The income half of the equation is also in for some political engineering, and the District will see less money as a result. The Republicans also want to change the tax structure, reducing levies and making things especially hard on the District because of its already limited tax base. Changes to individual capital gains taxes could cost the District $171 million over the next seven years, according to an analysis by the Institute on Taxation and Economic Policy. The new plan would tax only half of capital gains income and give nearly 70 percent of the overall tax cut to American families earning $200,000 or more a year, according to an analysis by Citizens for Tax Justice. For working families in Washington, cuts to the Earned Income Tax Credit would raise individual taxes by $238 in 1996.

While the District has its share of the entitled rich, many of its residents find themselves in a low-income category that seems threatened with federal extinction. The combination of tax, income, and health benefit changes would exacerbate income inequity, according to a November analysis by the Office of Management and Budget (OMB). Families earning under $50,000 a year would pay more, while families earning more than $100,000 would pay less. And families earning less than $30,000 would be hurt the most, OMB reports. More and more families and children would also move across the poverty line, according to OMB’s analysis, while direct aid would be simultaneously cut.

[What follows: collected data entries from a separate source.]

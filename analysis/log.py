"""The nouns of the analysis: a log, the measure it is of, and what is marked on it.

A day is an integer day number, ``datetime.date.toordinal()``: no clock and no time zone anywhere.
"""

from __future__ import annotations

from collections.abc import Iterable
from dataclasses import dataclass, field, replace
from datetime import date
from typing import Literal, get_args

import numpy as np
from numpy.typing import NDArray

from analysis.errors import AnalysisError

MeasureKind = Literal["amount", "count", "reading", "score", "yes/no"]
Period = Literal["day", "week", "month", "year"]
Missed = Literal["zero", "blank"]
Combine = Literal["sum", "mean", "median", "first", "last", "max", "min"]
DayKind = Literal["value", "zero", "blank", "rest", "ill", "away", "set aside", "late", "extra"]
Aim = Literal["more", "less", "none"] | tuple[float, float]
"""What the person wants of the measure; a pair is the range they want to stay within, both ends included."""

PERIODS: tuple[Period, ...] = get_args(Period)
DAY_KINDS: tuple[DayKind, ...] = get_args(DayKind)
COUNTED_KINDS: frozenset[str] = frozenset({"value", "zero", "late"})
"""Kinds of day whose value is in the numbers."""

Days = NDArray[np.int64]
Values = NDArray[np.float64]


@dataclass(frozen=True)
class Measure:
    """One column of a log: what is measured and how its days are to be read.

    Attributes:
        title: the person's own name for it.
        unit: the unit of every value, or ``""``.
        kind: what sort of number it is.
        period: what one observation stands for in the answer.
        missed: whether a day without an entry counts as zero or stays unknown.
        combine: how several values of one period become one; None takes the rule of the kind.
        aim: which way the person wants it to go.
        week_start: first day of a week, 0 = Monday … 6 = Sunday.
    """

    title: str = ""
    unit: str = ""
    kind: MeasureKind = "reading"
    period: Period = "day"
    missed: Missed = "blank"
    combine: Combine | None = None
    aim: Aim = "none"
    week_start: int = 0

    def __post_init__(self) -> None:
        """Refuse a measure that contradicts itself.

        Raises:
            AnalysisError: an unknown word, or a range whose ends are the wrong way round.
        """
        for name, value, allowed in (
            ("kind", self.kind, get_args(MeasureKind)),
            ("period", self.period, PERIODS),
            ("missed", self.missed, get_args(Missed)),
            ("combine", self.combine, (None, *get_args(Combine))),
        ):
            if value not in allowed:
                raise AnalysisError("unknown_word", field=name, value=value, allowed=allowed)
        if isinstance(self.aim, tuple):
            low, high = self.aim
            if not low <= high:
                raise AnalysisError("aim_backwards", low=low, high=high)
        elif self.aim not in ("more", "less", "none"):
            raise AnalysisError("unknown_word", field="aim", value=self.aim, allowed=("more", "less", "none"))

    @property
    def combine_rule(self) -> Combine:
        """How several values of one period become one, the default of the kind filled in."""
        if self.combine is not None:
            return self.combine
        return "sum" if self.kind in ("amount", "count") else "mean"


@dataclass(frozen=True)
class Change:
    """A dated, labelled change: its day is the first day of the new stretch.

    Attributes:
        day: day the change was made.
        label: the person's words for it.
        settle_days: days from ``day`` on that are in no number (1 leaves just the change day out).
    """

    day: date
    label: str = ""
    settle_days: int = 0

    def __post_init__(self) -> None:
        """Refuse a negative settling-in.

        Raises:
            AnalysisError: ``settle_days`` is negative.
        """
        if self.settle_days < 0:
            raise AnalysisError("settle_negative", settle_days=self.settle_days)


@dataclass(frozen=True)
class Span:
    """Named days, both ends included: ``kind`` is ``ill``, ``away``, ``device`` or ``other``."""

    first: date
    last: date
    kind: str = "other"
    label: str = ""


@dataclass(frozen=True, eq=False)
class Log:
    """Everything written down for one measure, in order of day and slot.

    Attributes:
        measure: what the values are of.
        days: day numbers, shape (n,), ascending; several entries a day are allowed.
        values: shape (n,), NaN where the entry holds no value.
        kinds: the kind of day of each entry, length n.
        slots: the time-of-day slot of each entry (``""`` for the whole day), length n.
        spans: named days that concern the measure.
    """

    measure: Measure
    days: Days
    values: Values
    kinds: tuple[DayKind, ...]
    slots: tuple[str, ...]
    spans: tuple[Span, ...] = field(default=())

    def __post_init__(self) -> None:
        """Refuse arrays of different lengths and kinds of day that do not exist.

        Raises:
            AnalysisError: lengths differ, or a kind is unknown.
        """
        lengths = {len(self.days), len(self.values), len(self.kinds), len(self.slots)}
        if len(lengths) != 1:
            raise AnalysisError("lengths_differ", lengths=sorted(lengths))
        unknown = set(self.kinds) - set(DAY_KINDS)
        if unknown:
            raise AnalysisError("unknown_word", field="kind of day", value=min(unknown), allowed=DAY_KINDS)

    def __len__(self) -> int:
        return len(self.days)

    @classmethod
    def from_pairs(
        cls,
        pairs: Iterable[tuple[date, float | None] | tuple[date, float | None, str]],
        measure: Measure | None = None,
    ) -> Log:
        """Build a log from ``(day, value)`` or ``(day, value, slot)`` in any order.

        Args:
            pairs: None, NaN and infinite values are blank days; several entries a day are allowed.
            measure: what the values are of; a plain daily reading when left out.
        """
        rows = [(pair[0].toordinal(), pair[1], pair[2] if len(pair) == 3 else "") for pair in pairs]
        kinds: list[DayKind] = []
        values: list[float] = []
        for _, value, _ in rows:
            known = value is not None and bool(np.isfinite(value))
            values.append(float(value) if value is not None and known else float("nan"))
            kinds.append("value" if known else "blank")
        return cls.from_columns(
            measure or Measure(), [row[0] for row in rows], values, kinds, [row[2] for row in rows]
        )

    @classmethod
    def from_columns(
        cls,
        measure: Measure,
        days: Iterable[int],
        values: Iterable[float],
        kinds: Iterable[DayKind],
        slots: Iterable[str] | None = None,
        spans: Iterable[Span] = (),
    ) -> Log:
        """Build a log from columns in any order of day.

        Args:
            measure: what the values are of.
            days: day numbers.
            values: NaN where an entry holds no value.
            kinds: the kind of day of each entry.
            slots: time-of-day slots; the whole day when left out.
            spans: named days.

        Raises:
            AnalysisError: the columns differ in length, or a kind is unknown.
        """
        day_array = np.asarray(list(days), dtype=np.int64)
        value_array = np.asarray(list(values), dtype=np.float64)
        kind_list = list(kinds)
        slot_list = [""] * len(day_array) if slots is None else list(slots)
        if not len(day_array) == len(value_array) == len(kind_list) == len(slot_list):
            lengths = sorted({len(day_array), len(value_array), len(kind_list), len(slot_list)})
            raise AnalysisError("lengths_differ", lengths=lengths)
        order = np.argsort(day_array, kind="stable")
        if any(slot_list):
            order = np.array(sorted(order.tolist(), key=lambda i: (day_array[i], slot_list[i])), dtype=np.int64)
        return cls(
            measure,
            day_array[order],
            value_array[order],
            tuple(kind_list[i] for i in order),
            tuple(slot_list[i] for i in order),
            tuple(spans),
        )

    def measured_as(self, **changes: object) -> Log:
        """The same entries under a measure with some fields changed."""
        return replace(self, measure=replace(self.measure, **changes))  # type: ignore[arg-type]
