"""From a log to its review, in the order the questions are asked."""

from __future__ import annotations

from collections.abc import Iterable, Sequence
from dataclasses import replace
from datetime import date

import numpy as np

from analysis.answer import (
    Answer,
    Carried,
    Comparison,
    Direction,
    Goal,
    HowMuch,
    HowOften,
    Luck,
    Review,
    Shift,
    Since,
    StillNeeded,
    Stretch,
)
from analysis.batch.fences import Fences, fences, is_above, is_below
from analysis.batch.fourths import fourths
from analysis.batch.luck import new_day_rate
from analysis.doubts.catalogue import Seen, doubts_of
from analysis.errors import AnalysisError
from analysis.log import Change, Log, Measure, Values
from analysis.points import Points, first_logged_day, points_of
from analysis.questions.by_how_much import difference_of_shares, share_range, shift
from analysis.questions.days_still_needed import days_needed_after
from analysis.questions.did_it_move import FEWEST_BEFORE, rank_sum, sureness
from analysis.questions.since_when import plausible_splits
from analysis.series.carry_over import carry_over, widening

ZERO_HEAVY_SHARE = 0.25
"""From this share of zeros in the baseline on, *how often* and *how much on those days* are told apart."""


def review(
    log: Log,
    changes: Sequence[Change] = (),
    baseline: tuple[date, date] | None = None,
    today: date | None = None,
    worth: float | None = None,
) -> Review:
    """Answer whether a log moved, by how much and since when.

    Args:
        log: what was written down; any log is answered, an empty one too.
        changes: in any order; those of one day are one change.
        baseline: first and last day to judge against; the days up to the first change when left out.
        today: the day after which nothing is used; the last day of the log when left out.
        worth: the smallest move that would be worth it, in the measure's unit.

    Raises:
        AnalysisError: the baseline ends before it begins, or reaches into a change.
    """
    end = today.toordinal() if today is not None else (int(log.days[-1]) if len(log) else None)
    points = points_of(log, end)
    begin = first_logged_day(log, end)
    if begin is None or end is None or not points.known.any():
        _check(baseline, merged(changes))
        return Review(log.measure, (), Answer(), points)
    marked = [change for change in merged(changes) if change.day.toordinal() <= end]
    _check(baseline, marked)
    edges = _edges(marked, baseline, begin, end)
    stretches = tuple(_stretch(points, edge, is_after=place > 0) for place, edge in enumerate(edges))
    rows = [_stretch_values(points, first, last) for _, first, last in edges]
    comparisons = tuple(_comparisons(log.measure, points, stretches, edges, rows, worth))
    answer = next(
        (one.answer for one in comparisons if one.stretch == len(stretches) - 1 and one.against == "baseline"),
        Answer(),
    )
    return Review(
        log.measure,
        stretches,
        answer,
        points,
        doubts_of(Seen(log.measure, stretches, answer)),
        comparisons=comparisons if len(stretches) > 2 else (),
    )


def merged(changes: Iterable[Change]) -> list[Change]:
    """Changes in order of day; those of one day become one: labels joined, the longest settling-in kept."""
    by_day: dict[date, Change] = {}
    for change in sorted(changes, key=lambda one: one.day):
        same = by_day.get(change.day)
        if same is not None:
            label = " + ".join(part for part in (same.label, change.label) if part)
            change = Change(change.day, label, max(same.settle_days, change.settle_days))
        by_day[change.day] = change
    return list(by_day.values())


Edge = tuple[Change | None, int, int]
"""The change that begins a stretch, and its first and last day number; the days between may be none."""


def _check(baseline: tuple[date, date] | None, changes: Sequence[Change]) -> None:
    if baseline is None:
        return
    first, last = baseline
    if first > last:
        raise AnalysisError("baseline_backwards", first=first, last=last)
    if changes and last >= changes[0].day:
        raise AnalysisError("baseline_after_change", last=last, change=changes[0].day)


def _edges(changes: Sequence[Change], baseline: tuple[date, date] | None, begin: int, end: int) -> list[Edge]:
    """The stretches as days: the baseline, then one after each change, settling-in days left out."""
    first = max(begin, baseline[0].toordinal()) if baseline else begin
    if changes:
        last = baseline[1].toordinal() if baseline else changes[0].day.toordinal() - 1
        edges: list[Edge] = [(None, first, last)]
        following = [change.day.toordinal() - 1 for change in changes[1:]] + [end]
        for change, stretch_end in zip(changes, following, strict=True):
            edges.append((change, change.day.toordinal() + change.settle_days, stretch_end))
        return edges
    if baseline is None:
        return [(None, first, end)]
    last = min(end, baseline[1].toordinal())
    return [(None, first, last), (None, last + 1, end)] if last < end else [(None, first, last)]


def _stretch_values(points: Points, first: int, last: int) -> Values:
    return points.values[points.within(first, last)]


def _stretch(points: Points, edge: Edge, *, is_after: bool) -> Stretch:
    change, first, last = edge
    inside = points.within(first, last)
    known = inside & points.known
    starts, values = points.first[known], points.values[known]
    periods = points.first[inside]
    stretch = Stretch(
        name="after" if is_after else "baseline",
        label=change.label if change else None,
        change=change.day.toordinal() if change else None,
        first=int(periods[0]) if len(periods) else first,
        last=int(periods[-1]) if len(periods) else max(first, last),
        observations=len(values),
        blank=len(periods) - len(values),
    )
    if not len(values):
        return stretch
    batch = fourths(values)
    own = fences(batch, len(values))
    stretch = replace(
        stretch,
        median=batch.median,
        mean=_mean(values),
        lower_fourth=batch.lower,
        upper_fourth=batch.upper,
        fourth_spread=batch.spread,
    )
    if own is None:
        return stretch
    below, above = _outside(starts, values, own)
    return replace(
        stretch,
        lower_fence=own.lower,
        upper_fence=own.upper,
        outer_lower_fence=own.outer_lower,
        outer_upper_fence=own.outer_upper,
        below=below,
        above=above,
    )


def _mean(values: Values) -> float:
    # Scaled so that the sum of huge values stays a number.
    scale = float(np.max(np.abs(values)))
    return float(np.mean(values / scale) * scale) if scale > 1e150 else float(np.mean(values))


def _outside(starts: np.ndarray, values: Values, own: Fences) -> tuple[tuple[int, ...], tuple[int, ...]]:
    return (
        tuple(starts[is_below(values, own.lower)].tolist()),
        tuple(starts[is_above(values, own.upper)].tolist()),
    )


def _comparisons(
    measure: Measure,
    points: Points,
    stretches: Sequence[Stretch],
    edges: Sequence[Edge],
    rows: Sequence[Values],
    worth: float | None,
) -> Iterable[Comparison]:
    for place in range(1, len(stretches)):
        yield Comparison(place, "baseline", _answer(measure, points, stretches, edges, rows, 0, place, worth))
        if place > 1:
            answer = _answer(measure, points, stretches, edges, rows, place - 1, place, worth)
            yield Comparison(place, "before", answer)


def _answer(
    measure: Measure,
    points: Points,
    stretches: Sequence[Stretch],
    edges: Sequence[Edge],
    rows: Sequence[Values],
    against: int,
    place: int,
    worth: float | None,
) -> Answer:
    """One stretch against an earlier one."""
    before, after = (row[~np.isnan(row)] for row in (rows[against], rows[place]))
    carried = _carried(points, stretches[against], edges[place])
    if not len(before) or not len(after):
        return Answer(carried=carried, sureness="too early", direction="none")
    r = carry_over([rows[against], rows[place]])
    widened = widening(r)
    test = rank_sum(before, after, widened)
    estimate, low, high = shift(before, after, widened)
    share_low, share_high = share_range(test.share, len(before), len(after), widened)
    word = sureness(len(before), len(after), test.p, low > 0 or high < 0)
    direction: Direction = "none"
    if word not in ("too early", "cannot tell"):
        direction = _sign(estimate) if estimate else _sign(test.share - 0.5)
    old_median = fourths(before).median
    return Answer(
        carried=carried,
        shift=Shift(
            estimate,
            low,
            high,
            test.share,
            share_low,
            share_high,
            _better_days(measure, after, old_median, estimate),
            len(after),
        ),
        luck=Luck(test.p, in_100(test.p)),
        sureness=word,
        direction=direction,
        since=_since(points, edges, against, place, widened) if place == against + 1 else None,
        how_often=_how_often(measure, before, after, widened),
        how_much=_how_much(measure, before, after, widened),
        goal=_goal(measure, before, after, widened),
        carry_over=r,
        bound=max(abs(low), abs(high)) if word == "cannot tell" else None,
        still_needed=_still_needed(before, after, worth, widened),
    )


def _still_needed(before: Values, after: Values, worth: float | None, widened: float) -> StillNeeded | None:
    if not worth:
        return None
    needed = days_needed_after(before, worth, widened)
    return StillNeeded(None if needed is None else max(0, needed - len(after)), None, None, abs(worth))


def in_100(p: float) -> int:
    """A chance as a whole number of logs in 100."""
    return int(np.floor(100 * p + 0.5))


def _sign(number: float) -> Direction:
    return "more" if number > 0 else "less" if number < 0 else "none"


def _carried(points: Points, baseline: Stretch, edge: Edge) -> Carried | None:
    if baseline.lower_fence is None or baseline.upper_fence is None:
        return None
    _, first, last = edge
    inside = points.within(first, last) & points.known
    starts, values = points.first[inside], points.values[inside]
    own = Fences(baseline.lower_fence, baseline.upper_fence, baseline.lower_fence, baseline.upper_fence)
    below, above = _outside(starts, values, own)
    rate = new_day_rate(baseline.observations)
    return Carried(below, above, rate * len(values), 100 * rate)


def _better_days(measure: Measure, after: Values, old_median: float, estimate: float) -> int:
    if isinstance(measure.aim, tuple):
        return _days_in_range(after, measure.aim)
    wants_less = measure.aim == "less" or (measure.aim == "none" and estimate < 0)
    return int(np.sum(after < old_median) if wants_less else np.sum(after > old_median))


def _days_in_range(values: Values, aim: tuple[float, float]) -> int:
    return int(np.sum((values >= aim[0]) & (values <= aim[1])))


def _since(points: Points, edges: Sequence[Edge], against: int, place: int, widened: float) -> Since | None:
    """Where the row of both stretches splits into two levels best."""
    _, first, before_last = edges[against]
    change, after_first, last = edges[place]
    inside = (points.within(first, before_last) | points.within(after_first, last)) & points.known
    splits = plausible_splits(points.values[inside], widened)
    if splits is None:
        return None
    starts = points.first[inside]
    best, earliest, latest = (int(starts[split]) for split in splits)
    marked = change.day.toordinal() if change else after_first
    return Since(best, earliest, latest, latest < marked)


def _is_zero_heavy(measure: Measure, before: Values) -> bool:
    can_be_zero = measure.kind in ("amount", "count") and bool(np.all(before >= 0))
    return can_be_zero and float(np.mean(before == 0)) >= ZERO_HEAVY_SHARE


def _how_often(measure: Measure, before: Values, after: Values, widened: float) -> HowOften | None:
    if measure.kind != "yes/no" and not _is_zero_heavy(measure, before):
        return None
    done_before = (int(np.sum(before > 0)), len(before))
    done_after = (int(np.sum(after > 0)), len(after))
    low, high = difference_of_shares(done_before, done_after, widened)
    return HowOften(done_before, done_after, low, high)


def _how_much(measure: Measure, before: Values, after: Values, widened: float) -> HowMuch | None:
    active_before, active_after = before[before > 0], after[after > 0]
    if not _is_zero_heavy(measure, before) or min(len(active_before), len(active_after)) < FEWEST_BEFORE // 2:
        return None
    _, low, high = shift(active_before, active_after, widened)
    return HowMuch(fourths(active_before).median, fourths(active_after).median, low, high)


def _goal(measure: Measure, before: Values, after: Values, widened: float) -> Goal | None:
    if not isinstance(measure.aim, tuple):
        return None
    met_before = (_days_in_range(before, measure.aim), len(before))
    met_after = (_days_in_range(after, measure.aim), len(after))
    low, high = difference_of_shares(met_before, met_after, widened)
    return Goal(met_before, met_after, low, high)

There are other menaces to D.C.’s stability buried elsewhere in the budget. D.C. would see the highest relative level of job losses linked to the budget reductions, according to an analysis by the WEFA Group, largely because of the high level of vulnerability of the District’s government and service industries. The report also points out that the District would have to deal with signficant reductions in overall federal government employment, further eroding its tax base.

Health finance commissioner Offner says that the feds and the District are entering new territory, so it’s difficult to know what to expect. “These cuts would be on a totally different order of magnitude,” he says, adding that the control board has proposed “nothing that Draconian.”

Congressional debate about the 1996 District budget continues to preoccupy local leaders. But even if they win that battle, it will be a Pyrrhic victory: The war over federal funding will have much more lasting implications.